Records from a dataset
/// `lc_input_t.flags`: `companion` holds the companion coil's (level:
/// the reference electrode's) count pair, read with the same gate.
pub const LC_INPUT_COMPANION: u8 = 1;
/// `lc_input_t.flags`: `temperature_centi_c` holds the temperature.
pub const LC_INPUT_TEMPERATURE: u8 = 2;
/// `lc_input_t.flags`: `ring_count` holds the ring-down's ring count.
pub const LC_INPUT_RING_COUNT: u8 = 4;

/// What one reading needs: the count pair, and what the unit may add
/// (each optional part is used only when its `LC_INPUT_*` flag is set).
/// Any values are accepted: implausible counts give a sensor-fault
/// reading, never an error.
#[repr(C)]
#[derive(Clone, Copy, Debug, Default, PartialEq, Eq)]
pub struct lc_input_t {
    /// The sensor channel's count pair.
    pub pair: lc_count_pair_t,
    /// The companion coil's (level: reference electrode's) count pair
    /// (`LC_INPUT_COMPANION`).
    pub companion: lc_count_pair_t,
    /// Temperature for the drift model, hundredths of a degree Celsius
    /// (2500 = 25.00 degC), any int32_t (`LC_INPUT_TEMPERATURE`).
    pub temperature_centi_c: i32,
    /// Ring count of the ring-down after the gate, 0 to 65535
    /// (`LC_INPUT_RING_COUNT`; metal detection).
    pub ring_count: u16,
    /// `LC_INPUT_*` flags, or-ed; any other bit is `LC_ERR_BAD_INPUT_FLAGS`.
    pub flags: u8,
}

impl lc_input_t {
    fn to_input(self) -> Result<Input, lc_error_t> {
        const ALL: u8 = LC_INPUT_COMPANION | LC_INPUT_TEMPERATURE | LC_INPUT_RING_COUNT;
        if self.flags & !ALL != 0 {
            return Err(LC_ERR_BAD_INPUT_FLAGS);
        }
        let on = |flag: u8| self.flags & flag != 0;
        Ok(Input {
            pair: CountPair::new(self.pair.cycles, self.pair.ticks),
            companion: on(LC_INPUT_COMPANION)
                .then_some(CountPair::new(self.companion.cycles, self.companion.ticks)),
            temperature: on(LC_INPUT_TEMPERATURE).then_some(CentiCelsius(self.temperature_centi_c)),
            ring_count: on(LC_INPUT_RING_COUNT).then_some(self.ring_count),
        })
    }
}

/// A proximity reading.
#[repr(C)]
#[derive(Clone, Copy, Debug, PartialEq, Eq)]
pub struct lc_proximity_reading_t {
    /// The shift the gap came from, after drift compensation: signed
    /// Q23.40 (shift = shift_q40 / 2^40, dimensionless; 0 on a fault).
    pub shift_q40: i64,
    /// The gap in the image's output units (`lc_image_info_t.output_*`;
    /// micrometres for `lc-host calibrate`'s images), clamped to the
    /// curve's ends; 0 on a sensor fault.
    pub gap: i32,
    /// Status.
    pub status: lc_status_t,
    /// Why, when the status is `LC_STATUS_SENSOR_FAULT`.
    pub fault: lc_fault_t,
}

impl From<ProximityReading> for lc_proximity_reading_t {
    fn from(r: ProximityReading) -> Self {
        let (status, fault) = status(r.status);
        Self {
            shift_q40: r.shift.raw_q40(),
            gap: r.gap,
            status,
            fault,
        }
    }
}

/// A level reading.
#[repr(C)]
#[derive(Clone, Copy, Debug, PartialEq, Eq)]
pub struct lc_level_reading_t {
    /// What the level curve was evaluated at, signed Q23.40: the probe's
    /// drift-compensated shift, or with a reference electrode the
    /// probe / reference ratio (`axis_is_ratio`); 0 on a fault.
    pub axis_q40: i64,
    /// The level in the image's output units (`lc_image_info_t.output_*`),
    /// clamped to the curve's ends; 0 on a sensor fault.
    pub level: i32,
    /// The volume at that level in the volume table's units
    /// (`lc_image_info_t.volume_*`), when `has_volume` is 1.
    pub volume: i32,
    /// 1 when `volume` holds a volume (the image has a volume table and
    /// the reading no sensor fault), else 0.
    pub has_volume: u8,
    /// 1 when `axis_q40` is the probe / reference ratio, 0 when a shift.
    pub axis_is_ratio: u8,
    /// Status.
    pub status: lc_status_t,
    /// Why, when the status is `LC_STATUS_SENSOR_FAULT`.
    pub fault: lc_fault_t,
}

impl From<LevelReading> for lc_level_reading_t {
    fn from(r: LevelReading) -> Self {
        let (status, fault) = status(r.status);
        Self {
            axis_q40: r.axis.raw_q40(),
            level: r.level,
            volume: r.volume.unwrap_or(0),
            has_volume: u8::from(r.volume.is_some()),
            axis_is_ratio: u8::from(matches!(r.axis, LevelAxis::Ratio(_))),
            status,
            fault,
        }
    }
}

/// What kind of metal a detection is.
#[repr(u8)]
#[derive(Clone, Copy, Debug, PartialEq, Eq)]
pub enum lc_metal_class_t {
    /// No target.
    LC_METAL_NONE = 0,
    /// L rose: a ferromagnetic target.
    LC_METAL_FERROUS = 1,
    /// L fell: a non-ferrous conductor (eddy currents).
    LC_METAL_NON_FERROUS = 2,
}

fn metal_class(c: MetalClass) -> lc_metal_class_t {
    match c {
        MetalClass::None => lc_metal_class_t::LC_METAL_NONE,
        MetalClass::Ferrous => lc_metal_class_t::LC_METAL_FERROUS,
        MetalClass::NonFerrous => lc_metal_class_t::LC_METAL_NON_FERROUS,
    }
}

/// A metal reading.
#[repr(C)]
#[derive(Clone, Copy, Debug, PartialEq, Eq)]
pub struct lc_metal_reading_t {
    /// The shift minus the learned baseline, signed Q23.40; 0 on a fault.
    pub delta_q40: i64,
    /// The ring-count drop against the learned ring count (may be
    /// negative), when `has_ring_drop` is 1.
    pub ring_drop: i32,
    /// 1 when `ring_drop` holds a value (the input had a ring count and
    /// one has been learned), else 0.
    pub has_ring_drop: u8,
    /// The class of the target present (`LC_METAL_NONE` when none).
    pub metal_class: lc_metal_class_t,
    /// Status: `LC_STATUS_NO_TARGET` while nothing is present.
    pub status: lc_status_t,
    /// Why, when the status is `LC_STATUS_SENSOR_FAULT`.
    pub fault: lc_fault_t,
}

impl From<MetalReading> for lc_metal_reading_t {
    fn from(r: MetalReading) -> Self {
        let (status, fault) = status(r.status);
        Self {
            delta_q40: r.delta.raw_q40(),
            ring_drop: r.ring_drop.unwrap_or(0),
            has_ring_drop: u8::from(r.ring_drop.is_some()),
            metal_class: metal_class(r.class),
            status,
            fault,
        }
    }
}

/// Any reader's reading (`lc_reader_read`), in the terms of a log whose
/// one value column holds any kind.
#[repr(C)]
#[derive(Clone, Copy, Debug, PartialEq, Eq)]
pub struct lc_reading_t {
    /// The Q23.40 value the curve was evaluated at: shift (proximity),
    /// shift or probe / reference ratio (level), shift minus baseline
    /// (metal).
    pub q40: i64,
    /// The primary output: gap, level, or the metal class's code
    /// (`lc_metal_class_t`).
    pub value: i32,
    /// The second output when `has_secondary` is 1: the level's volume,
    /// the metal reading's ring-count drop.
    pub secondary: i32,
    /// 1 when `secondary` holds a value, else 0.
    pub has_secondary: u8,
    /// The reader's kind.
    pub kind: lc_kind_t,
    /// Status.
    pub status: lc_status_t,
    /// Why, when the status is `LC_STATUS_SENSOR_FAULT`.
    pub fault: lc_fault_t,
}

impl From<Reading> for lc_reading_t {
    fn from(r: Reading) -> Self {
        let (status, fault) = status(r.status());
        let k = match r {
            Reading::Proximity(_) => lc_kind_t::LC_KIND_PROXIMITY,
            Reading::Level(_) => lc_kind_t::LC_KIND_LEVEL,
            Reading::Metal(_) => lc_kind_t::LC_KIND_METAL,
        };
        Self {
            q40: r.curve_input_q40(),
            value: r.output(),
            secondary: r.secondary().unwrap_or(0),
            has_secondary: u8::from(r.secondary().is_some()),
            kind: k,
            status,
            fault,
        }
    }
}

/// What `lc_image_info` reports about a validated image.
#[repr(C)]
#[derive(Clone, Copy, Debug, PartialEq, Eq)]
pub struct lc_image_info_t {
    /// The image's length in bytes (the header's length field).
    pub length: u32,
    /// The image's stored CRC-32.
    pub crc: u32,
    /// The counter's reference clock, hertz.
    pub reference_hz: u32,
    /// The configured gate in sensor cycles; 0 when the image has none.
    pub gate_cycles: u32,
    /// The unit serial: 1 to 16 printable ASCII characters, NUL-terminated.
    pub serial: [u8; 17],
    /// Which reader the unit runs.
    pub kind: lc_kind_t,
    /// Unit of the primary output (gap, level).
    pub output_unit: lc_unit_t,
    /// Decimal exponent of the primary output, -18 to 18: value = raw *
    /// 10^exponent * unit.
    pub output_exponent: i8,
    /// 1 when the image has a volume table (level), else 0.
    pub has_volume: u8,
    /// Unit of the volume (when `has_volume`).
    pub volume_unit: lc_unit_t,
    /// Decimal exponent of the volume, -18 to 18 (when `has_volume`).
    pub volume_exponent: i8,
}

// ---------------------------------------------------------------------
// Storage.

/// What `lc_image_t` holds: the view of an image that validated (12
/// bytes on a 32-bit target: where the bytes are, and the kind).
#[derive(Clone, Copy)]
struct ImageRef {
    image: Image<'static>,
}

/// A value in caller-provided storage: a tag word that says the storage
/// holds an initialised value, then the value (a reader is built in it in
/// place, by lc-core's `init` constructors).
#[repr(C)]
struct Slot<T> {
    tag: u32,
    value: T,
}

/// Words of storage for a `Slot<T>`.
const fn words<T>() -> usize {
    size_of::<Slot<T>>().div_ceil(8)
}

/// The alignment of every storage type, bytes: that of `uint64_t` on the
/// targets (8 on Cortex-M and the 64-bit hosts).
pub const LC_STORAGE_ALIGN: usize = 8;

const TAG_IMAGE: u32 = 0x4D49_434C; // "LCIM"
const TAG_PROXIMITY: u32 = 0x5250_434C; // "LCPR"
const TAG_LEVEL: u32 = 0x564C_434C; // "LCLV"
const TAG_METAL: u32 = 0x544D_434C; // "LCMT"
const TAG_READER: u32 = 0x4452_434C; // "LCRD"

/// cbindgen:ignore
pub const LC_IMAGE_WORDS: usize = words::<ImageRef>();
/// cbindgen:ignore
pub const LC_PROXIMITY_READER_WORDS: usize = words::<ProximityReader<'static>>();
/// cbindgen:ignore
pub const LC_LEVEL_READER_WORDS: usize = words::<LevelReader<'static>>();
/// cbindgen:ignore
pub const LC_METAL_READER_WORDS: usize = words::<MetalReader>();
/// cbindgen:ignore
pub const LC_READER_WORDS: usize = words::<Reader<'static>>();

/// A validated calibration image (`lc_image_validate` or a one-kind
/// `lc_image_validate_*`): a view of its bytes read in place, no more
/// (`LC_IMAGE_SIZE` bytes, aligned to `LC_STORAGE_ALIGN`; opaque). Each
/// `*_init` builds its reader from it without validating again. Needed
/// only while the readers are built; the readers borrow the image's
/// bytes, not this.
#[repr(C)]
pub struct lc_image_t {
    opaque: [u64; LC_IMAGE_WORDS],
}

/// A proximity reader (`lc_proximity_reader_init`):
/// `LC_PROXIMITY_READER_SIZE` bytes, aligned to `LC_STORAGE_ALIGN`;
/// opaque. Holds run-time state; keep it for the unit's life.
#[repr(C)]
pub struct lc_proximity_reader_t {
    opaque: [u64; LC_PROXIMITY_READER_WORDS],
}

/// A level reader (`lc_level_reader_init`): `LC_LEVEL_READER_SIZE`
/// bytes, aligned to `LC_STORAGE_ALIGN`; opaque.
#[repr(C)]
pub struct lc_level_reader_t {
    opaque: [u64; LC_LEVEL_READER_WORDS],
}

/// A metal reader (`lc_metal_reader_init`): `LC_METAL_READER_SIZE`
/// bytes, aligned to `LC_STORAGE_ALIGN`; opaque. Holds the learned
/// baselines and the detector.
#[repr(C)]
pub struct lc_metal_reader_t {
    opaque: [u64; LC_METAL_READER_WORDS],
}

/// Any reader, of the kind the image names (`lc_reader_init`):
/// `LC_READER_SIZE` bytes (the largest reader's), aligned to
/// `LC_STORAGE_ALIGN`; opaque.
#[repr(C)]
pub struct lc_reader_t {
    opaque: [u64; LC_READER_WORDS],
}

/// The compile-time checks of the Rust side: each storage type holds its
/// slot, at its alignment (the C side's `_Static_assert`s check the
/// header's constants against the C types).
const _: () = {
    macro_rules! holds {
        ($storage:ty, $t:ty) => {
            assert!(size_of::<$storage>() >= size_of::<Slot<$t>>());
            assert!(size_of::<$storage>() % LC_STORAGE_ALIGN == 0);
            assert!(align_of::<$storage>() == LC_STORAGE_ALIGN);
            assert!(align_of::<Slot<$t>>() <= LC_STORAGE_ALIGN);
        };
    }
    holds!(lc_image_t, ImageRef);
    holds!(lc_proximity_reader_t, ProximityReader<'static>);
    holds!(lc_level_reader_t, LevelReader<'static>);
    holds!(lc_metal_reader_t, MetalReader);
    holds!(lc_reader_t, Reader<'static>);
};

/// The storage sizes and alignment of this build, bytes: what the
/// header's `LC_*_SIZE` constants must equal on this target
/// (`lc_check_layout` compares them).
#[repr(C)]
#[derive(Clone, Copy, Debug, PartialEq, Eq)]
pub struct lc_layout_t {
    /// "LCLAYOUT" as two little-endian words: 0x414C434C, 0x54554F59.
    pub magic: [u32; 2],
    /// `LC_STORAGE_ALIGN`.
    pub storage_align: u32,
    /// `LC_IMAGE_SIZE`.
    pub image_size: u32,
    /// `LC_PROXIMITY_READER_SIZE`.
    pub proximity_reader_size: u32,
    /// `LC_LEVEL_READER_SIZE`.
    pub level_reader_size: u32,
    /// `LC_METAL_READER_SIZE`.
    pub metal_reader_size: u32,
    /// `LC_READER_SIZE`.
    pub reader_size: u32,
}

■ **Description of the task**
The answer should contain only the lines from the first line of the entries through the line holding "a degree Celsius", each exactly as written.

■ **Solution to the exercise**
/// `lc_input_t.flags`: `companion` holds the companion coil's (level:
/// the reference electrode's) count pair, read with the same gate.
pub const LC_INPUT_COMPANION: u8 = 1;
/// `lc_input_t.flags`: `temperature_centi_c` holds the temperature.
pub const LC_INPUT_TEMPERATURE: u8 = 2;
/// `lc_input_t.flags`: `ring_count` holds the ring-down's ring count.
pub const LC_INPUT_RING_COUNT: u8 = 4;

/// What one reading needs: the count pair, and what the unit may add
/// (each optional part is used only when its `LC_INPUT_*` flag is set).
/// Any values are accepted: implausible counts give a sensor-fault
/// reading, never an error.
#[repr(C)]
#[derive(Clone, Copy, Debug, Default, PartialEq, Eq)]
pub struct lc_input_t {
    /// The sensor channel's count pair.
    pub pair: lc_count_pair_t,
    /// The companion coil's (level: reference electrode's) count pair
    /// (`LC_INPUT_COMPANION`).
    pub companion: lc_count_pair_t,
    /// Temperature for the drift model, hundredths of a degree Celsius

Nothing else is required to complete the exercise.